Debate: A JMJ e o milagre da multiplicação

Decorrida a Jornada Mundial da Juventude (JMJ), que durante uma semana encheu a capital portuguesa de centenas de milhares de católicos oriundos de todo o mundo, qual o impacto que o evento teve para o sector do Turismo? Para o segmento da hotelaria, o efeito, de um modo geral, talvez não tenha sido tão significativo quanto seria de esperar. Em face das diferentes opções de alojamento escolhidas pelos peregrinos – desde casas de acolhimento a pavilhões, passando por parques de campismo – os grupos hoteleiros com presença em Lisboa, o epicentro do evento, não registaram um volume de reservas muito diferente do habitual nesta altura do ano, pelo menos nas unidades de quatro e cinco estrelas.

O tema marcou o mais recente debate do sector do Turismo, promovido pela Marketeer – e que decorreu poucas semanas antes da JMJ –, onde os responsáveis de algumas das empresas mais relevantes do sector deram conta de um efeito até “contrário”, uma vez que muitas pessoas optaram por “afastar-se” de Lisboa durante essa semana, devido aos elevados preços verificados. «As outras pessoas que não queriam vir para a JMJ, quando foram comprar o bilhete de avião estava três vezes mais caro e os preços dos hotéis também. Então, não vieram», lembram, acrescentando que este efeito nas reservas foi sentido não apenas na primeira semana de Agosto, mas também na segunda.

Na aviação, o balanço, na antecâmara do evento, era semelhante, não tendo sido registado propriamente um «acréscimo de operação aérea para a JMJ». Apesar da expectativa do sector – que esperava a realização de alguns voos charter em Beja, Porto ou Faro, o que acabou por não se verificar –, manteve-se essencialmente a capacidade regular que estava programada para este período. O que pode ter acontecido é «algum efeito de substituição e, no período da Jornada, um aumento de load factor». Por outras palavras, os aviões a operar foram essencialmente os mesmos, mas chegaram mais cheios ao Aeroporto de Lisboa e trouxeram «um perfil de passageiros diferente».

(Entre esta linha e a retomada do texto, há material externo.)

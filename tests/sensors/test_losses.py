"""Losses around sites: what is kept and what is computed again, shores, reach by closed form, and bad sites."""

from __future__ import annotations

import dataclasses
import subprocess
import sys

import numpy as np
import pytest
from scipy.optimize import brentq

from ocean_sound.errors import InputError
from ocean_sound.profile import Profile
from ocean_sound.sensors.area import Area
from ocean_sound.sensors.coverage import Hearing, Noise, Target, detection_ranges, losses_at
from ocean_sound.sensors.hearing import Receiver
from ocean_sound.sensors.losses import MOST, depth_grid
from ocean_sound.sensors.sites import Site
from ocean_sound.sensors.waters import Member, members_of

from .conftest import ALPHA, spherical

HERE = Site("A", 30.0, -60.0, 40.0)


def test_what_is_kept_is_not_computed_again(losses_of, tmp_path):
    first = losses_of([HERE], folder=tmp_path)
    again = losses_of([HERE], folder=tmp_path)
    assert (first.computed, first.kept) == (24, 0)
    assert (again.computed, again.kept) == (0, 24)
    assert np.array_equal(first.of(0, 0), again.of(0, 0), equal_nan=True)
    more = losses_of([HERE, Site("B", 30.1, -60.0, 60.0)], folder=tmp_path)
    assert (more.computed, more.kept) == (24, 24)


def test_a_dask_cluster_by_its_address_gives_the_same(losses_of, tmp_path):
    distributed = pytest.importorskip("distributed")
    sites = [HERE, Site("B", 30.1, -60.0, 60.0)]
    alone = losses_of(sites, folder=tmp_path / "alone")
    with distributed.LocalCluster(
        n_workers=1, threads_per_worker=2, processes=False, protocol="tcp", dashboard_address=None
    ) as cluster:
        assert cluster.scheduler_address.startswith("tcp://")
        found = losses_of(sites, folder=tmp_path / "cluster", scheduler=cluster.scheduler_address)
    assert found.computed == alone.computed == 48
    for site in (0, 1):
        assert np.array_equal(found.of(0, site), alone.of(0, site), equal_nan=True)


@pytest.mark.parametrize(
    "change",
    [{"frequency": 13e3}, {"max_range": 11e3}, {"ranges": 99}, {"bearings": 25}, {"wind_speed": 3.0}, {"kind": "sand"},
     {"phases": "kept"}, {"beams": 99}, {"absorption": 2.0}, {"method": "beams"}, {"bathymetry": 101.0},
     {"depths": np.linspace(0.0, 90.0, 11)}, {"boundaries": False}, {"tolerance": 0.2}, {"insist": True},
     {"members": [Member("w", (Profile([0.0, 100.0], [1500.0, 1500.1]),))]}],
)  # fmt: skip
def test_all_that_a_loss_depends_on_is_in_its_name(losses_of, tmp_path, change):
    losses_of([HERE], folder=tmp_path)
    assert losses_of([HERE], folder=tmp_path, **change).kept == 0


def test_a_run_that_stopped_goes_on_where_it_was(losses_of, tmp_path):
    there = []

    def dying(section, *, source_depth, **rest):
        there.append(source_depth)
        if source_depth > 40.0:
            raise KeyboardInterrupt
        return spherical(section, source_depth=source_depth, **rest)

    sites = [HERE, Site("B", 30.1, -60.0, 50.0), Site("C", 30.2, -60.0, 60.0)]
    dying.__module__, dying.__qualname__ = spherical.__module__, spherical.__qualname__
    with pytest.raises(KeyboardInterrupt):
        losses_of(sites, folder=tmp_path, engine=dying)
    after = losses_of(sites, folder=tmp_path)
    assert (after.computed, after.kept) == (48, 24)
    assert not list(tmp_path.glob(".*"))


_KILLED = """
import os, signal, sys
import numpy as np
from ocean_sound.profile import Profile
from ocean_sound.sensors import losses
from ocean_sound.sensors.sites import Site
from ocean_sound.sensors.waters import Member

def engine(section, *, source_depth, ranges, depths, **_):
    if source_depth > 50.0:
        os.kill(os.getpid(), signal.SIGKILL)
    return np.full((len(ranges), len(depths)), 60.0)

losses._engine = engine
still = Member("still", (Profile([0.0, 100.0], [1500.0, 1500.0], id="still"),))
settings = losses.LossSettings(frequency=12e3, max_range=5e3, depths=np.array([20.0, 40.0]), bearings=12, ranges=5)
sites = [Site(str(z), 30.0, -60.0, z) for z in (40.0, 45.0, 60.0, 70.0)]
found = losses.compute_losses(sites, [still], settings=settings, bathymetry=100.0, folder=sys.argv[1])
print(found.computed, found.kept)
"""


@pytest.mark.skipif(sys.platform == "win32", reason="no such signal there")
def test_a_run_that_was_killed_goes_on_where_it_was(tmp_path):
    command = [sys.executable, "-c", _KILLED, str(tmp_path)]
    assert subprocess.run(command, check=False, capture_output=True).returncode == -9
    calm = [sys.executable, "-c", _KILLED.replace("> 50.0", "> 500.0"), str(tmp_path)]
    done = subprocess.run(calm, check=True, capture_output=True, text=True)
    assert done.stdout.split() == ["24", "24"]


def test_a_harmed_file_is_told(losses_of, tmp_path):
    losses = losses_of([HERE], folder=tmp_path)
    path = losses.files[0, 0][0]
    path.write_bytes(b"no netCDF")
    with pytest.raises(InputError, match="remove the file and run again"):
        losses.of(0, 0)


def test_equal_bearings_are_computed_once(losses_of):
    calls = []

    def counting(section, **rest):
        calls.append(1)
        return spherical(section, **rest)

    losses = losses_of([HERE], engine=counting)
    assert len(calls) == 2  # one for each file of twelve bearings
    assert np.array_equal(losses.of(0, 0)[0], losses.of(0, 0)[17])


def test_a_bearing_ends_at_the_shore(losses_of, bathymetry_file):
    axis = np.linspace(-0.2, 0.2, 161)
    # a coast along a meridian, 0.05 degrees east of the site
    grid = bathymetry_file(lambda lat, lon: np.where(lon > 0.05, 20.0, -100.0) + 0.0 * lat, axis, axis)
    losses = losses_of([Site("A", 0.0, 0.0, 40.0)], bathymetry=grid, bearings=4)
    loss, reach = losses.of(0, 0), losses.reaches(0, 0)
    assert reach[[0, 2, 3]] == pytest.approx(10e3)
    assert reach[1] == pytest.approx(0.05 * 111_319.5, rel=0.06)
    assert np.all(loss[1][losses.settings.distances > reach[1]] == MOST)
    assert np.nanmax(loss[1][losses.settings.distances < reach[1]]) < 100.0


def test_bearings_that_end_in_water_too_shallow_for_beams_are_told_and_insisted_on(losses_of, bathymetry_file):
    axis = np.linspace(-0.2, 0.2, 161)
    grid = bathymetry_file(lambda lat, lon: -150.0 + 700.0 * np.maximum(lon, 0.0) + 0.0 * lat, axis, axis)
    asked = []

    def engine(section, *, insist, **rest):
        asked.append(insist)
        return spherical(section, **rest)

    deep = [Member("deep", (Profile([0.0, 200.0], [1500.0, 1500.0]),))]
    common = {"bathymetry": grid, "bearings": 4, "members": deep, "engine": engine}
    losses = losses_of([Site("A", 0.0, 0.0, 40.0)], frequency=170.0, **common)  # 10 wavelengths are 88 m
    assert losses.notes == (
        "site A: 1 of 4 bearings reach water less than 10 wavelengths deep, where beams may be off by several dB",
    )
    assert True in asked
    assert False in asked
    assert not losses_of([Site("A", 0.0, 0.0, 40.0)], frequency=1500.0, **common).notes


def test_below_the_seabed_there_is_no_loss(losses_of, bathymetry_file):
    axis = np.linspace(-0.2, 0.2, 161)
    grid = bathymetry_file(lambda lat, lon: -50.0 - 400.0 * (lon + 0.1) + 0.0 * lat, axis, axis)
    losses = losses_of(
        [Site("A", 0.0, 0.0, 40.0)], bathymetry=grid, bearings=4,
        members=[Member("deep", (Profile([0.0, 200.0], [1500.0, 1500.0]),))],
    )  # fmt: skip
    west, depths = losses.of(0, 0)[3], losses.settings.depths
    seabed = 50.0 + 400.0 * (0.1 - losses.settings.distances / 111_319.5)
    assert np.array_equal(np.isnan(west), depths[None, :] > seabed[:, None])


def test_without_boundaries_bearings_are_computed_once_but_end_at_their_own_seabed(losses_of, bathymetry_file):
    axis = np.linspace(-0.2, 0.2, 161)
    grid = bathymetry_file(lambda lat, lon: -50.0 - 400.0 * (lon + 0.1) + 0.0 * lat, axis, axis)
    calls = []

    def counting(section, **rest):
        calls.append(1)
        return spherical(section, **rest)

    common = {"bathymetry": grid, "bearings": 4, "engine": counting,
              "members": [Member("deep", (Profile([0.0, 200.0], [1500.0, 1500.0]),))]}  # fmt: skip
    site = [Site("A", 0.0, 0.0, 40.0)]
    whole = losses_of(site, **common).of(0, 0)
    assert len(calls) == 4
    assert np.array_equal(losses_of(site, boundaries=False, **common).of(0, 0), whole, equal_nan=True)
    assert len(calls) == 5


@pytest.mark.parametrize(
    ("latitude", "longitude", "depth", "message"),
    [
        (0.0, 0.1, 40.0, "site A .*: is on land, 20 m high"),
        (0.0, -0.05, 120.0, "the sensor at 120 m is below the seabed at 100 m"),
        (0.0, 3.0, 40.0, "site A, 10 km around it: .* lies outside the grid"),
    ],
)
def test_bad_sites_are_told(losses_of, bathymetry_file, latitude, longitude, depth, message):
    axis = np.linspace(-0.3, 0.3, 61)
    grid = bathymetry_file(lambda lat, lon: np.where(lon > 0.05, 20.0, -100.0) + 0.0 * lat, axis, axis)
    with pytest.raises(InputError, match=message):
        losses_of([Site("A", latitude, longitude, depth)], bathymetry=grid)


@pytest.mark.parametrize(
    ("settings", "message"),
    [
        ({"frequency": 0.0}, "frequency is 0 Hz"),
        ({"max_range": -1.0}, "max_range is -1 m"),
        ({"bearings": 0}, "0 bearings"),
        ({"depths": [5.0, 1.0]}, "depths do not increase"),
    ],
)
def test_impossible_settings_are_refused(losses_of, settings, message):
    with pytest.raises(InputError, match=message):
        losses_of([HERE], **settings)


def test_water_that_ends_above_the_seabed_is_told_with_the_site(losses_of):
    with pytest.raises(InputError, match="the water is known down to 100 m"):
        losses_of([HERE], bathymetry=500.0)


def test_reach_equals_the_closed_form(losses_of):
    """20 log r + a r = allowed loss, solved apart; target at the receiver's depth."""
    losses = losses_of([HERE])
    hearing = Hearing(Target(150.0), Receiver(8.0, 500.0), Noise([50.0]))
    reach = detection_ranges(losses, hearing, depths=[40.0])
    allowed = 150.0 - (50.0 + 10.0 * np.log10(500.0)) - 8.0
    expected = brentq(lambda r: 20.0 * np.log10(r) + ALPHA * r - allowed, 10.0, 1e5)
    assert reach["detection_range"].values == pytest.approx(expected, rel=0.01)
    assert not reach["cut"].values.any()


def test_loss_at_cells_equals_the_closed_form_across_the_date_line(losses_of):
    from pyproj import Geod

    site = Site("A", 10.0, 179.98, 40.0)
    area = Area.box(9.95, 10.05, 179.93, -179.97, spacing=700.0, depths=[12.0, 47.0], bathymetry=100.0)
    found = losses_at(losses_of([site]), area)[0, 0]
    away = Geod(ellps="WGS84").inv(
        np.full(area.size, site.longitude), np.full(area.size, site.latitude), area.cell_longitude, area.cell_latitude
    )[2]
    slant = np.hypot(away, area.cell_depth - 40.0)
    expected = 20.0 * np.log10(slant) + ALPHA * slant
    near = away > 150.0  # nearer than the first range the angle is not known
    assert found[near] == pytest.approx(expected[near], abs=0.02)
    assert np.abs(found - expected).max() < 0.2
    assert {True, False} == set((area.cell_longitude > 0.0).tolist())


def test_beyond_the_range_nothing_is_known(losses_of):
    area = Area.box(30.0, 30.3, -60.1, -59.9, spacing=4e3, depths=[12.0], bathymetry=100.0)
    found = losses_at(losses_of([HERE]), area)[0, 0]
    assert np.isinf(found).any()
    assert np.isfinite(found).any()


def test_depths_that_were_not_computed_are_told(losses_of):
    area = Area.box(30.0, 30.1, -60.1, -59.9, spacing=4e3, depths=[95.0], bathymetry=100.0)
    with pytest.raises(InputError, match="computed from 0 to 90 m of depth, and the area asks for 95"):
        losses_at(losses_of([HERE]), area)


def test_depth_grid_holds_first_and_last():
    assert depth_grid([5.0, 7.0, 50.0], 4).tolist() == [5.0, 20.0, 35.0, 50.0]


def test_each_site_takes_the_nearest_cast_that_reaches():
    deep = [Profile([0.0, z], [1500.0, 1510.0], id=i, latitude=y, longitude=0.0)
            for i, y, z in (("near", 0.1, 500.0), ("far", 1.0, 4000.0), ("farther", 2.0, 4000.0))]  # fmt: skip
    member = Member("all", tuple(deep))
    assert member.at(Site("A", 0.0, 0.0, 10.0), 450.0)[0].id == "near"
    profile, notes = member.at(Site("A", 0.0, 0.0, 10.0), 3900.0)
    assert profile.id == "far"
    assert "near, does not reach the seabed" in notes[0]


def test_members_by_season_count_the_same():
    times = ["2016-01-10", "2015-12-20", "2016-02-01", "2016-07-01"]
    casts = [Profile([0, 10], [1500, 1500], id=t, time=np.datetime64(t), latitude=0.0, longitude=k)
             for k, t in enumerate(times)]  # fmt: skip
    seasons = members_of(casts, "season")
    assert [(m.name, len(m.profiles), m.share) for m in seasons] == [
        ("December to February", 3, 0.5), ("June to August", 1, 0.5),
    ]  # fmt: skip
    assert [m.name for m in members_of(casts, "month")] == ["January", "December", "February", "July"]
    by_cast = members_of(casts, "cast")
    assert [m.share for m in by_cast] == pytest.approx([1 / 6, 1 / 6, 1 / 6, 1 / 2])
    with pytest.raises(InputError, match="has no time, so no season"):
        members_of([dataclasses.replace(casts[0], time=np.datetime64("NaT"))], "season")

Mas se não houve um “milagre” imediato da multiplicação dos turistas, os responsáveis inquiridos pela Marketeer concordam num ponto crucial: a JMJ representou uma grande oportunidade de promoção de Portugal enquanto destino turístico e os efeitos serão sentidos a prazo.

Além das centenas de milhares de peregrinos que visitaram o País, muitos deles pela primeira vez, e que vão certamente passar a palavra, a transmissão televisiva do evento (da responsabilidade da RTP) permitiu impactar mais de 500 milhões de lares em todo o mundo, tendo sido divulgados diferentes filmes promocionais de Portugal durante os intervalos da transmissão. Ora, isto representou uma «exposição brutal» do destino, pelo que, afinal, ainda podemos esperar pelo tal “milagre” da multiplicação.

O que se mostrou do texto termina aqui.